By Steve Hanke.
"China is slowing down. Forget all the
reported statistics and those that have recently been discontinued—like
Guangdong’s monthly purchasing managers’ index—money and credit tell the
tale. Indeed, there is a strong link between the broad money growth in
China and nominal GDP growth. For example, during the 2003-2017 period,
the money supply (M2) grew at an average annual rate of 14.92% and
nominal GDP grew at a 14.67% annual rate.
The chart below indicates that both money and credit growth rates in
China have declined rapidly over the past two years and are well below
their trend rates of growth. The money supply (M2) rate of growth is
only about 8% yr./yr.; whereas, its trend rate is nearly double that.
So, China’s economic slowdown is baked in the cake. In addition to
that, deepening international trade tensions and the heightened degree
of nervousness among the Chinese public set the stage earlier this week
for President Xi’s address to some 3,000 officials and guests in the
Great Hall.
The occasion for Xi’s much anticipated address was the 40th
anniversary of China’s opening towards a more capitalist,
market-oriented economic system—an opening that was presided over by the
late Deng Xiaoping. The ensuing doses of capitalism worked their magic
and have fueled the world’s greatest economic leap forward on record.
China’s leap forward has been documented and analyzed by my good
friend and the late Nobel Laureate Ronald Coase and his co-author Ning
Wang in How China Became Capitalist (Palgrage Macmillan, 2012). Of note is the fact that Coase celebrated his 101st birthday in 2012, the year in which this brilliant, and Coase’s last, book was published.
Contrary to Chinese Communist Party propaganda, which holds that the
Party’s “visible hand” was responsible for China’s rise, Coase and Wang
show that it was Adam Smith’s “invisible hand” that did the trick in
China.
Coase and Wang prove that China’s embrace of capitalism and free
markets was driven by four “marginal revolutions.” First, there was the
“household responsibility system” in agriculture. This arose
spontaneously and allowed farmers to sell some of their products at
free-market prices. The second revolution was in townships and villages,
where they were allowed to operate like businesses that produced and
sold output at market prices. The third revolution allowed budding
entrepreneurs to participate in the “individual economy” (read: the
private, free-market economy).
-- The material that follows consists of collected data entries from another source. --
"""Collectives across the P processes of a run.

Three implementations of one small protocol: `local` (one process, no
communication), `gloo` (torch.distributed) and `mpi` (mpi4py). Reductions are
sums; the sync layer divides by W once.
"""

from datetime import timedelta

from scaledrill.dist.base import Collective, LocalCollective

__all__ = ["Collective", "LocalCollective", "open_collective"]


def open_collective(backend: str, timeout_s: float = 60.0) -> Collective:
    """Join the process group this process was started in.

    The launcher (or torchrun, or mpiexec) sets the environment; a process started
    by hand with no such environment gets the one-process collective.
    """
    if backend == "local":
        return LocalCollective()
    if backend == "gloo":
        from scaledrill.dist.gloo import GlooCollective

        return GlooCollective(timedelta(seconds=timeout_s))
    if backend == "mpi":
        from scaledrill.dist.mpi import MpiCollective

        return MpiCollective()
    raise ValueError(f"unknown backend {backend!r}")
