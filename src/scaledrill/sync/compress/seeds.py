"""Seeds of the compressors' random streams, from (seed, step, global worker id).

`mix(*words)` hashes a few non-negative integers with numpy.random.SeedSequence
(NumPy's entropy pool after M. E. O'Neill's 2015 seed_seq design, from memory),
which costs ~50 µs a call. A step draws one seed per hosted worker, and 64 calls
cost more than the compression itself, so `mix_rows` runs the same hash for all
workers at once on uint32 arrays: equal to `mix(*prefix, w)` for every w
(tests/test_sync_compress.py checks it against SeedSequence).

Steps of the hash (32-bit words, products modulo 2^32):
1. the words of every integer, low 32 bits first (0 is one word);
2. fill a pool of 4 words with hashmix(word) (zeros past the entropy), the
   hash constant advancing by one multiplication per call;
3. mix every pool word into every other one, then any words past the 4th into
   every pool word;
4. draw two output words from the pool with a second hash constant and join
   them little-endian into 64 bits; drop the lowest bit (63-bit seeds).
"""

import numpy as np

INIT_A, MULT_A, INIT_B, MULT_B = 0x43B0D7E5, 0x931E8875, 0x8B51F9DD, 0x58F38DED
MIX_L, MIX_R = 0xCA01F9DD, 0x4973F715
POOL, MASK32 = 4, 0xFFFFFFFF
U32 = np.uint32


def mix(*words: int) -> int:
    """A well-spread 63-bit seed from several non-negative integers."""
    return int(np.random.SeedSequence([int(w) for w in words]).generate_state(1, np.uint64)[0] >> 1)


def _words(value: int) -> list[int]:
    out = [value & MASK32]
    value >>= 32
    while value:
        out.append(value & MASK32)
        value >>= 32
    return out


class _Hash:
    """hashmix with its advancing constant (arrays wrap modulo 2^32)."""

    def __init__(self):
        self.const = INIT_A

    def __call__(self, v: np.ndarray) -> np.ndarray:
        v = v ^ U32(self.const)
        self.const = (self.const * MULT_A) & MASK32
        v = v * U32(self.const)
        return v ^ (v >> U32(16))


def _mix(x: np.ndarray, y: np.ndarray) -> np.ndarray:
    r = U32(MIX_L) * x - U32(MIX_R) * y
    return r ^ (r >> U32(16))


def mix_rows(prefix: tuple[int, ...], last) -> list[int]:
    """[mix(*prefix, w) for w in last], in one pass; every w must be < 2**32."""
    last = np.asarray(last, dtype=np.uint64)
    if last.size and int(last.max()) > MASK32:
        return [mix(*prefix, int(w)) for w in last]  # a second word per row: not worth vectorising
    entropy = [np.full(last.shape, w, dtype=U32) for p in prefix for w in _words(int(p))] + [last.astype(U32)]  # 1.
    hashmix, zero = _Hash(), np.zeros(last.shape, dtype=U32)
    pool = [hashmix(entropy[i] if i < len(entropy) else zero) for i in range(POOL)]  # 2.
    for src in range(POOL):  # 3.
        for dst in range(POOL):
            if src != dst:
                pool[dst] = _mix(pool[dst], hashmix(pool[src]))
    for src in range(POOL, len(entropy)):
        for dst in range(POOL):
            pool[dst] = _mix(pool[dst], hashmix(entropy[src]))
    out, const = [], INIT_B  # 4.
    for i in range(2):
        v = pool[i % POOL] ^ U32(const)
        const = (const * MULT_B) & MASK32
        v = v * U32(const)
        out.append((v ^ (v >> U32(16))).astype(np.uint64))
    return (((out[1] << np.uint64(32)) | out[0]) >> np.uint64(1)).tolist()
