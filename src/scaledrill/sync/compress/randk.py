"""Random-k sparsification: each worker sends k entries chosen at random.

Stich, Cordonnier, Jaggi 2018, "Sparsified SGD with Memory". With `sync.unbiased`
the kept entries are scaled by n/k, which makes E[C(g)] = g at the price of
n/k times the variance; without it, pair it with error feedback.

Steps, per worker, over its whole flat gradient:
1. k = `sync.count`, or ceil(`sync.fraction` · n);
2. draw k distinct indices from the stream of (seed, step, global worker id);
3. send the k values (scaled by n/k if unbiased). The indices are not sent:
   every receiver can draw them again from the same seed, so only values count
   as wire bytes.
"""

from dataclasses import dataclass

import torch

from scaledrill.sync.compress import Out, Stateless, dense_bytes
from scaledrill.sync.compress.topk import keep_count


@dataclass(frozen=True)
class RandK(Stateless):
    fraction: float = 0.01
    count: int | None = None
    unbiased: bool = True

    def update(self, x, state, rnd):
        n = x.shape[1]
        k = keep_count(n, self.fraction, self.count)
        scale = n / k if self.unbiased else 1.0
        perms = torch.empty(x.shape, dtype=torch.int64)
        for v, gen in enumerate(rnd.generators()):
            torch.randperm(n, generator=gen, out=perms[v])  # 2. the first k of each row's permutation
        idx = perms[:, :k]
        sent = torch.zeros_like(x).scatter_(1, idx, x.gather(1, idx) * scale)  # distinct indices: one scatter for all rows
        return Out(rnd.mean(sent), sent, dense_bytes(k, x.dtype)), state  # 3.
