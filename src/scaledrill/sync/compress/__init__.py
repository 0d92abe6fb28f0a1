"""The compressor protocol and the registry that picks one by name.

A compressor is a small init/update pair with its state in a dataclass, in the
manner of optax's gradient transformations. `update` sees the rows of this
process's workers at once, because some methods (PowerSGD) need a collective in
the middle of compressing; it gets those collectives from the `Round`.

The simulator reduces *decompressed* values with a dense all-reduce: the average
is the one a real cluster would compute, while `Out.wire_bytes` counts what one
worker would really send in the compressed format (values, indices, scales).
"""

from dataclasses import dataclass, field
from typing import Any, Callable, Protocol

import torch

from scaledrill.sync.compress.seeds import mix, mix_rows


@dataclass
class Empty:
    """State of a compressor that keeps none."""


class Stateless:
    """Base of the per-worker lossy methods that carry nothing from step to step."""

    per_worker = True
    lossless = False

    def init(self, shapes, V, seed, dtype):
        return Empty()


_SCRATCH: list[torch.Generator] = []  # Round.generators' reusable generators


@dataclass
class Round:
    """What one step's compression may use.

    `sum` adds rows [V, m] over this process and then over all processes, in the
    rows' dtype; `mean` is the global average over all `world` workers. Both return
    [m], identical on every process. When `donated`, the rows handed to `update`
    are the caller's to overwrite, and `mean(rows, in_place=True)` may reuse them.
    """

    step: int
    workers: range  # global ids of the rows handed to `update`
    world: int  # W
    seed: int
    sum: Callable[[torch.Tensor], torch.Tensor]
    mean: Callable[..., torch.Tensor]
    donated: bool = False

    def generator(self, v: int) -> torch.Generator:
        """Random stream of row v, from (seed, step, global worker id) only, so never from P."""
        return torch.Generator().manual_seed(mix(self.seed, self.step, self.workers[v]))

    def generators(self) -> list[torch.Generator]:
        """The streams of `generator(v)` for every row v, seeds hashed in one pass (seeds.py).

        They are scratch generators shared by all callers in the process, reseeded here
        (cheaper than new ones): use them before the next call."""
        seeds = mix_rows((self.seed, self.step), self.workers)
        _SCRATCH.extend(torch.Generator() for _ in range(len(seeds) - len(_SCRATCH)))
        return [gen.manual_seed(s) for gen, s in zip(_SCRATCH, seeds)]



@dataclass
class Out:
    mean: torch.Tensor  # [m] average over all workers of the decompressed values
    sent: torch.Tensor  # [V, m] what each local worker contributed, decompressed
    wire_bytes: float  # what one worker sends this step
    stats: dict[str, float] = field(default_factory=dict)


class Compressor(Protocol):
    per_worker: bool  # needs each worker's own gradient (else a per-process sum will do)
    lossless: bool  # the average equals the exact one

    def init(self, shapes: list[torch.Size], V: int, seed: int, dtype: torch.dtype) -> Any: ...

    def update(self, x: torch.Tensor, state: Any, rnd: Round) -> tuple[Out, Any]: ...


def dense_bytes(n: int, dtype: torch.dtype) -> int:
    return n * dtype.itemsize


def build(cfg) -> Compressor:
    """The compressor named by `cfg.name`, configured from the other keys of `cfg`."""
    from scaledrill.sync.compress.cast import Cast
    from scaledrill.sync.compress.exact import Exact
    from scaledrill.sync.compress.powersgd import PowerSGD
    from scaledrill.sync.compress.qsgd import QSGD
    from scaledrill.sync.compress.randk import RandK
    from scaledrill.sync.compress.sign import ScaledSign
    from scaledrill.sync.compress.topk import TopK
    from scaledrill.sync.settings import settings_of

    makers = {
        "exact": lambda c: Exact(),
        "fp16": lambda c: Cast(Exact(), torch.float16),
        "bf16": lambda c: Cast(Exact(), torch.bfloat16),
        "topk": lambda c: TopK(fraction=c.fraction, count=c.count),
        "randk": lambda c: RandK(fraction=c.fraction, count=c.count, unbiased=c.unbiased),
        "sign": lambda c: ScaledSign(),
        "qsgd": lambda c: QSGD(levels=c.levels),
        "powersgd": lambda c: PowerSGD(rank=c.rank, exact_until=c.exact_until, min_saving=c.min_saving),
    }
    cfg = settings_of(cfg)  # the keys not given take their compressor's defaults
    return makers[cfg.name](cfg)


NAMES = ("exact", "fp16", "bf16", "topk", "randk", "sign", "qsgd", "powersgd")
And the fourth revolution involved
setting up “special economic zones”—most notably in the Guangdong and
Fujian provinces, such as in the city Shenzhen, and in many coastal
cities, like Shanghai.
As a result of these revolutions, Coase and Wang concluded that a
vibrant non-state sector arose like a phoenix in China and stood in
sharp contrast to the stagnant state sector. In short, China’s
phenomenal growth story is one of incremental openings to capitalism and
free markets. The Chinese lesson is clear: to grow, you must liberalize
the economy.
Apparently, President Xi has rejected Nobelist Coase’s facts and
analysis. During his address, Xi dusted off the well-worn Communist
Party, Marxist-Leninist doctrine. As Xi put it, “Let contemporary
Chinese Marxism shine even more brilliant rays of truth.” He stressed
that everyone must worship at the altar of the Communist Party, and that
there would be no debate about the Party’s visible hand that would
control the economy and defend the state sector (read: zombie
state-owned enterprises).
Although President Xi presented no specifics, he was clear that the
Coasian capitalist party never occurred, or if it did, that it was over.
There is only one party in China: The Communist Party."